The Qualified Individual is the person formally designated to oversee, implement, and enforce your information security program. This individual must have the authority and resources to implement controls and must report the status of the security program to the board of directors or senior management at least annually. For solo practitioners, the tax professional themselves typically serves as the Qualified Individual. The FTC does not require specific certifications, but the individual must have sufficient knowledge and authority to manage the program effectively. You must document this designation by name in your WISP.

The FTC Safeguards Rule requires an annual review of your WISP and an annual risk assessment at minimum. You must also update the plan whenever material changes occur: adding new systems or software, onboarding or offboarding vendors with access to client data, experiencing a security incident, changing the scope of your practice, or when new regulatory guidance identifies threats your current controls do not address. Each revision should be dated, with prior versions retained for at least three years to demonstrate your compliance history if the IRS or FTC requests documentation.

Prepare documentation covering all six Security Six controls: screenshots of active EDR or antivirus software on all devices, firewall configuration records, MFA enabled on tax software and email (settings screenshots), drive encryption status showing BitLocker or FileVault active, backup schedules with restoration test results, and a software patch management policy. Beyond the Security Six, maintain your current WISP with its revision date, employee training records with signed rosters and quiz scores, vendor contracts with data protection clauses, your incident response plan with notification procedures, and your most recent annual risk assessment.

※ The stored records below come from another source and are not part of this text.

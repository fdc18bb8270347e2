"""Record a batch of occupation results from a CSV file: all or nothing, every bad row listed.

The file's columns are in ``registry.io.occupations_csv`` (and the README). Each row goes through
the same services as one typed on a page: its result, if any, through
``registry.services.positions.position_propose`` (a proposed position of the mark, source the file),
then the occupation through ``registry.services.fieldwork.occupation_record`` with that position as
its result. So every rule of those services applies to every row, and each row gets the same audit
rows (``position_propose``, ``occupation_record``), chained one after the other in the audit trail's
hash chain by ``AuditEvent.save`` (``registry.models.audit``).

All or nothing: the rows run in one transaction (a refused row does not stop the rows after it from
being checked: each service undoes its own writes when it refuses); if any row was refused, the whole
transaction is rolled back and :class:`~registry.services.imports.ImportRejected` lists every problem with its line. A dry
run (the preview page) does the same and always rolls back.

Rows already in the registry (same mark, method and start time) are refused, so that importing the
same file twice does not double the occupations.

Movement check hook: every result is a proposed position made by ``position_propose``; the check of
a proposal against the mark's published position (frame and epoch, χ² test) belongs to the position
services and runs wherever they run it, for a batch as for one page. This module does not compare
positions itself beyond :func:`row_check`, which asks the movement service for each row's verdict
against the published position (computed for the preview and the command's output, not stored).
"""

from __future__ import annotations

import hashlib
from dataclasses import asdict, dataclass, field
from typing import Any

from django.conf import settings
from django.core.exceptions import ValidationError
from django.db import DatabaseError, transaction

from registry.errors import RegistryError
from registry.geodesy.accuracy import sigma_from_variance_m
from registry.io.common import RowError
from registry.io.occupations_csv import DEFAULT_MAX_ROWS, OccupationRow, parse_occupations_csv
from registry.models import MovementVerdict, Occupation, OccupationMethod, Position
from registry.roles import Ability
from registry.services.access import require_ability
from registry.services.fieldwork import occupation_record
from registry.services.imports import ImportRejected
from registry.services.movement import comparison_target, movement_compare
from registry.services.positions import position_propose


@dataclass
class BatchRow:
    """What one row did (or, in a dry run, would do)."""

    line: int
    mark: str
    method: str
    start_utc: Any  # aware datetime, UTC
    end_utc: Any
    antenna_height_arp_m: float | None
    result: dict[str, Any] | None
    check: dict[str, Any] | None = None

    @property
    def method_label(self) -> str:
        return str(OccupationMethod(self.method).label)


@dataclass
class BatchSummary:
    filename: str
    sha256: str
    rows: list[BatchRow] = field(default_factory=list)
    occupations: int = 0
    positions_proposed: int = 0
    dry_run: bool = False

    def as_dict(self) -> dict[str, Any]:
        return asdict(self)


class _DryRun(Exception):
    pass


def _max_rows() -> int:
    return int(getattr(settings, "REGISTRY", {}).get("BATCH_MAX_ROWS", DEFAULT_MAX_ROWS))


def movement_words(verdict: str, d_mm: tuple[float, float, float] | None) -> str:
    """A movement verdict in words, with the differences (E/N/U, mm) when there was something to compare."""
    label = str(MovementVerdict(verdict).label)
    if d_mm is None:
        return label
    e, n, u = (round(v, 1) + 0.0 for v in d_mm)  # + 0.0: no "-0.0"
    return f"{label}: d E {e:+.1f} mm, N {n:+.1f} mm, U {u:+.1f} mm"


def row_check(position: Position | None) -> dict[str, Any] | None:
    """A row's result compared with the mark's published position (movement service; computed, not stored).

    ``position_propose`` stores its own check with the proposal; the preview shows this comparison, run
    again by ``registry.services.movement`` so that it reads the same whether or not the rows are kept.
    """
    if position is None:
        return None
    outcome = movement_compare(position=position, published=comparison_target(position))
    d_mm: tuple[float, float, float] | None = None
    if outcome.result is not None:
        d_e, d_n, d_u = (round(float(v) * 1000.0, 1) for v in outcome.result.d_enu_m)
        d_mm = (d_e, d_n, d_u)
    return {
        "verdict": outcome.verdict,
        "words": movement_words(outcome.verdict, d_mm),
        "d_enu_mm": d_mm,
        "p_value": None if outcome.result is None else float(outcome.result.p_value),
        "reason": outcome.reason,
        "warnings": list(outcome.warnings),
    }


def _errors(exc: Exception, row: OccupationRow, *, prefix: str = "") -> list[RowError]:
    where = f"line {row.line}"
    out = []
    if isinstance(exc, ValidationError):
        items = exc.error_dict.items() if hasattr(exc, "error_dict") else [("", exc.error_list)]
        for name, errors in items:
            for err in errors:
                message = " ".join(err.messages)
                out.append(
                    RowError(
                        where,
                        row.line,
                        err.code or "invalid",
                        prefix + message,
                        "" if name == "__all__" else name,
                        row.mark,
                    )
                )
    elif isinstance(exc, RegistryError):
        out.append(RowError(where, row.line, exc.code, prefix + exc.message, "", row.mark))
    else:
        out.append(RowError(where, row.line, "database_refused", prefix + str(exc).strip(), "", row.mark))
    return out


def _already_recorded(rows: list[OccupationRow]) -> list[RowError]:
    """Rows whose mark, method and start time are already in the registry (one query)."""
    from registry.services._input import parse_aware_datetime

    wanted: dict[tuple[str, str, Any], OccupationRow] = {}
    for row in rows:
        try:
            start = parse_aware_datetime(row.occupation, "start_utc")
        except ValidationError:
            continue  # reported by the service
        wanted[(row.mark, row.occupation["method"], start)] = row
    if not wanted:
        return []
    codes = {k[0] for k in wanted}
    existing = Occupation.objects.filter(mark__code__in=codes).values_list("mark__code", "method", "start_utc")
    out = []
    for key in existing:
        found = wanted.get(tuple(key))
        if found is not None:
            out.append(
                RowError(
                    f"line {found.line}",
                    found.line,
                    "already_recorded",
                    "This occupation (same mark, method and start) is already in the registry.",
                    "start_utc",
                    found.mark,
                )
            )
    return out


def occupation_batch_import(*, actor, content: bytes, filename: str, dry_run: bool = False) -> BatchSummary:
    """Record every row of an occupation-results CSV, or nothing (technician or manager).

    Raises ``ImportRejected`` (every bad row, with its line and reason) or a coded
    ``ValidationError`` for a file that cannot be read at all; returns a :class:`BatchSummary`.
    """
    require_ability(actor, Ability.RECORD)
    sha256 = hashlib.sha256(content).hexdigest()
    try:
        text = bytes(content).decode("utf-8-sig")
    except UnicodeDecodeError:
        raise ValidationError(
            "The file is not UTF-8 text; save the CSV as UTF-8.", code="not_utf8", params={"name": filename}
        ) from None
    parsed = parse_occupations_csv(text, max_rows=_max_rows())
    errors = [RowError(f"line {p.line}", p.line, p.code, p.message, p.column, p.mark) for p in parsed.problems]
    if not parsed.rows and not errors:
        raise ValidationError("The file has no rows.", code="no_rows")
    summary = BatchSummary(filename=filename, sha256=sha256, dry_run=dry_run)
    source = f"Batch results {filename}"[:200]
    try:
        with transaction.atomic():
            errors += _already_recorded(parsed.rows)
            for row in parsed.rows:
                # No savepoint of our own per row: each service runs in its own atomic block, which rolls
                # its writes back (and clears PostgreSQL's error state) when it raises; a row whose result
                # was proposed before its occupation was refused leaves that proposal in the transaction,
                # which is rolled back as a whole as soon as any row was refused.
                try:
                    position = None
                    data = dict(row.occupation)
                    if row.result is not None:
                        result = {"source": source, **row.result}
                        position = position_propose(actor=actor, mark_code=row.mark, data=result)
                        data["result_position_id"] = position.pk
                    occupation = occupation_record(actor=actor, mark_code=row.mark, data=data)
                except (ValidationError, RegistryError, DatabaseError) as exc:
                    errors += _errors(exc, row)
                    continue
                summary.occupations += 1
                summary.positions_proposed += position is not None
                summary.rows.append(
                    BatchRow(
                        line=row.line,
                        mark=row.mark,
                        method=occupation.method,
                        start_utc=occupation.start_utc,
                        end_utc=occupation.end_utc,
                        antenna_height_arp_m=occupation.antenna_height_arp_m,
                        result=None
                        if position is None
                        else {
                            "frame_epsg": position.frame_epsg,
                            "epoch_yr": position.epoch_yr,
                            "lat_deg": position.lat_deg,
                            "lon_deg": position.lon_deg,
                            "h_m": position.h_m,
                            "sigma_e_mm": sigma_from_variance_m(position.cov_ee_m2) * 1000.0,
                            "sigma_n_mm": sigma_from_variance_m(position.cov_nn_m2) * 1000.0,
                            "sigma_u_mm": sigma_from_variance_m(position.cov_uu_m2) * 1000.0,
                        },
                        check=row_check(position),
                    )
                )
            if errors:
                raise ImportRejected(errors, filename=filename)
            if dry_run:
                raise _DryRun
    except _DryRun:
        pass
    return summary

Organize these in clearly labeled electronic folders for rapid production if the IRS requests them during renewal or examination.

Yes. The FTC can impose civil penalties of up to $51,744 per violation per day under the Safeguards Rule, with each affected individual potentially counted as a separate violation. State attorneys general can bring additional enforcement actions under state breach notification and privacy laws. Beyond regulatory penalties, tax professionals face civil liability from affected clients, loss of PTIN and EFIN credentials, reputational damage, and direct breach response costs including forensic investigation, client notification, and credit monitoring services. Cyber liability insurance covers some costs, but policies typically exclude losses arising from failure to maintain baseline compliance controls.

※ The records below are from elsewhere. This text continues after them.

"""The audit trail: one append-only row per change (and per refused concurrent edit).

Every service calls :func:`audit_record` inside its transaction, so the audit row
commits or rolls back together with the change it describes. The before/after
snapshots are JSON-safe: dates and times become ISO 8601 strings, decimals and
floats become floats, files become their stored names.
"""

from __future__ import annotations

import datetime as _dt
import decimal
import uuid
from collections.abc import Iterable, Mapping
from typing import Any

from django.db import models
from django.db.models.fields.files import FieldFile

from registry.models import AuditEvent, Mark

#: Types given back as they are (subclasses, e.g. text choices, take the checks below).
_PLAIN = frozenset({str, int, float, bool, type(None)})


def json_safe(value: Any) -> Any:
    """Return ``value`` converted to plain JSON types (recursively for dicts and lists).

    >>> json_safe({"d": _dt.date(2024, 5, 1), "x": decimal.Decimal("1.5"), "t": (1, 2)})
    {'d': '2024-05-01', 'x': 1.5, 't': [1, 2]}
    """
    if type(value) in _PLAIN:  # most values: told by their exact type (an import snapshots thousands of rows)
        return value
    if value is None or isinstance(value, bool | int | str):
        return value
    if isinstance(value, float):
        return value
    if isinstance(value, decimal.Decimal):
        return float(value)
    if isinstance(value, _dt.datetime | _dt.date | _dt.time):
        return value.isoformat()
    if isinstance(value, _dt.timedelta):
        return value.total_seconds()
    if isinstance(value, uuid.UUID):
        return str(value)
    if isinstance(value, FieldFile):
        return value.name or ""
    if isinstance(value, models.Model):
        return value.pk
    if isinstance(value, Mapping):
        return {str(k): json_safe(v) for k, v in value.items()}
    if isinstance(value, list | tuple | set | frozenset):
        return [json_safe(v) for v in value]
    return str(value)


def snapshot(obj: models.Model, fields: Iterable[str] | None = None) -> dict[str, Any]:
    """A JSON-safe dict of the concrete fields of ``obj`` (foreign keys by their ``*_id``).

    ``fields`` limits the snapshot to those field names (``attname`` or ``name``).
    """
    wanted = set(fields) if fields is not None else None
    out: dict[str, Any] = {}
    for field in obj._meta.concrete_fields:
        if wanted is not None and field.name not in wanted and field.attname not in wanted:
            continue
        out[field.attname] = json_safe(getattr(obj, field.attname))
    return out


def _mark_of(obj: models.Model) -> Mark | None:
    if isinstance(obj, Mark):
        return obj
    mark_id = getattr(obj, "mark_id", None)
    if mark_id is not None:
        return Mark(pk=mark_id)
    return None


def audit_record(
    *,
    actor,
    action: str,
    obj: models.Model,
    before: Mapping[str, Any] | None = None,
    after: Mapping[str, Any] | None = None,
    note: str = "",
    mark: Mark | None = None,
) -> AuditEvent:
    """Append one audit event describing ``action`` on ``obj``.

    Parameters
    ----------
    actor
        The user who acted (``None`` or an anonymous user for system actions).
    action
        ``<entity>_<action>``, e.g. ``mark_update`` or ``position_publish``.
    obj
        The model instance acted on; its type, primary key and ``str()`` are stored.
    before, after
        Snapshots of what changed (any mapping; converted with :func:`json_safe`).
    note
        Free text, e.g. the reason given for a rejection.
    mark
        The mark the event belongs to; defaults to ``obj`` itself or ``obj.mark``.

    Returns
    -------
    AuditEvent
        The stored row.
    """
    if actor is not None and not getattr(actor, "is_authenticated", False):
        actor = None
    if mark is None:
        mark = _mark_of(obj)
    return AuditEvent.objects.create(
        actor=actor,
        action=action[:60],
        object_type=obj._meta.model_name[:40],
        object_id=str(obj.pk)[:40],
        object_repr=str(obj)[:200],
        mark=mark,
        before=json_safe(dict(before)) if before is not None else None,
        after=json_safe(dict(after)) if after is not None else None,
        note=note or "",
    )


def create_audited(obj: models.Model, *, actor, action: str, what: str, check_code_first: bool = True):
    """Insert ``obj``, a new row with a unique ``code``, and its audit row ``action``, in one transaction.

    A code already taken is the field error ``unique`` ("A <what> with this code already exists."):
    checked first (``check_code_first``; a model's ``full_clean`` may have checked it already), and again
    when the database's unique index refuses the insert (two creations of the same code at once).
    """
    from django.db import IntegrityError, transaction

    from registry.services._input import field_error

    model = type(obj)

    def taken():
        return field_error("code", f"A {what} with this code already exists.", "unique")

    if check_code_first and model.objects.filter(code=obj.code).exists():
        raise taken()
    try:
        with transaction.atomic():
            obj.save(force_insert=True)
            audit_record(actor=actor, action=action, obj=obj, after=snapshot(obj))
    except IntegrityError:
        if model.objects.filter(code=obj.code).exists():
            raise taken() from None
        raise
    return obj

The FTC Safeguards Rule requires training that is relevant to each employee's role and responsibilities, delivered during onboarding and periodically thereafter. Adequate training covers threat recognition (phishing, social engineering, credential theft), password hygiene and MFA use, data handling procedures specific to tax practice environments, and incident reporting protocols. Training must be documented with signed attendance rosters or digital acknowledgments, completion certificates, and assessment scores. Annual refreshers are the minimum requirement, with targeted updates when major new threats emerge — such as the W-2 phishing campaigns and IRS impersonation schemes the IRS Security Summit warns about at the start of each filing season.

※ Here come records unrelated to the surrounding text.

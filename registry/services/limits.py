"""How long a piece of text may be: one place for every text field's maximum.

A 15 MB visit note was once accepted and made the mark page 31 MB. Now every text a user can
enter has a maximum, checked by the services before anything is saved (so the pages, the API,
the commands and imports all obey it) and listed in the README ("Limits"):

- short text fields (names, codes, equipment, sources, captions...) keep the ``max_length`` of
  their model field, checked by ``full_clean``;
- free text (a mark's description and notes, visit and occupation notes, a position's note, a
  job's notes: every ``TextField`` a user fills in) at most :data:`NOTES_MAX` characters;
- a reason given for an action (reject, withdraw, a status change, unlock...) at most
  :data:`REASON_MAX` characters (``parse_note``).

The rule is keyed by the kind of field, not by its name: any ``TextField`` of a model gets
:data:`NOTES_MAX` unless :data:`TEXT_MAX` names a tighter limit, so renamed or new fields are
covered too. Pages show at most :data:`SHOWN_MAX` characters of a free text in a list and link
to the whole text (``registry_format.clip``).
"""

from __future__ import annotations

from django.core.exceptions import ValidationError
from django.db import models

#: Free text: descriptions, directions, notes (about eight printed pages).
NOTES_MAX = 20_000
#: A reason given for an action.
REASON_MAX = 2_000
#: Characters of a free text a page shows before "show all".
SHOWN_MAX = 1_000
#: Tighter limits for particular text fields: {model name: {field name: characters}}.
TEXT_MAX: dict[str, dict[str, int]] = {}


def text_limit(model: type[models.Model], field_name: str) -> int | None:
    """The maximum number of characters of ``model.field_name`` (``None``: not a text field)."""
    field = model._meta.get_field(field_name)
    if isinstance(field, models.TextField):
        return TEXT_MAX.get(model._meta.model_name, {}).get(field_name, NOTES_MAX)
    if isinstance(field, models.CharField):
        return field.max_length
    return None


def check_text_limits(instance: models.Model, *, fields=None) -> None:
    """Raise a ``ValidationError`` (code ``max_length``) for every free-text field over its limit.

    ``fields``: only these field names (e.g. the fields an edit changes).
    """
    errors: dict[str, list[ValidationError]] = {}
    for field in instance._meta.concrete_fields:
        if not isinstance(field, models.TextField) or (fields is not None and field.name not in fields):
            continue
        value = getattr(instance, field.attname)
        limit = text_limit(type(instance), field.name)
        if isinstance(value, str) and limit is not None and len(value) > limit:
            errors[field.name] = [
                ValidationError(
                    "At most %(limit_value)d characters (this has %(show_value)d).",
                    code="max_length",
                    params={"limit_value": limit, "show_value": len(value)},
                )
            ]
    if errors:
        raise ValidationError(errors)


def limits_table() -> list[tuple[str, str, int | None]]:
    """(model, field, characters) for every user-entered text field: the README's table."""
    from django.apps import apps

    rows: list[tuple[str, str, int | None]] = []
    for model in apps.get_app_config("registry").get_models():
        if model._meta.model_name in {"auditevent", "signinthrottle", "idempotencyrecord"}:
            continue
        for field in model._meta.concrete_fields:
            if isinstance(field, models.CharField | models.TextField) and not field.choices and field.editable:
                rows.append((model._meta.verbose_name, field.verbose_name, text_limit(model, field.name)))
    return rows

Act on the following steps in sequence: isolate affected systems to prevent further unauthorized access by disconnecting them from your network, change all passwords and MFA credentials for potentially compromised accounts immediately, notify the IRS through the Data Theft Information Reporting System and contact your local IRS stakeholder liaison, report to the FBI Internet Crime Complaint Center at ic3.gov, engage your IT security provider or incident response team for forensic investigation to determine the scope, and notify affected clients per your state's breach notification timeline. Do not delay notification while waiting for certainty about breach scope — timelines run from discovery, not confirmation. A pre-written incident response plan with pre-drafted notification letters dramatically reduces response time and cost when you need it most.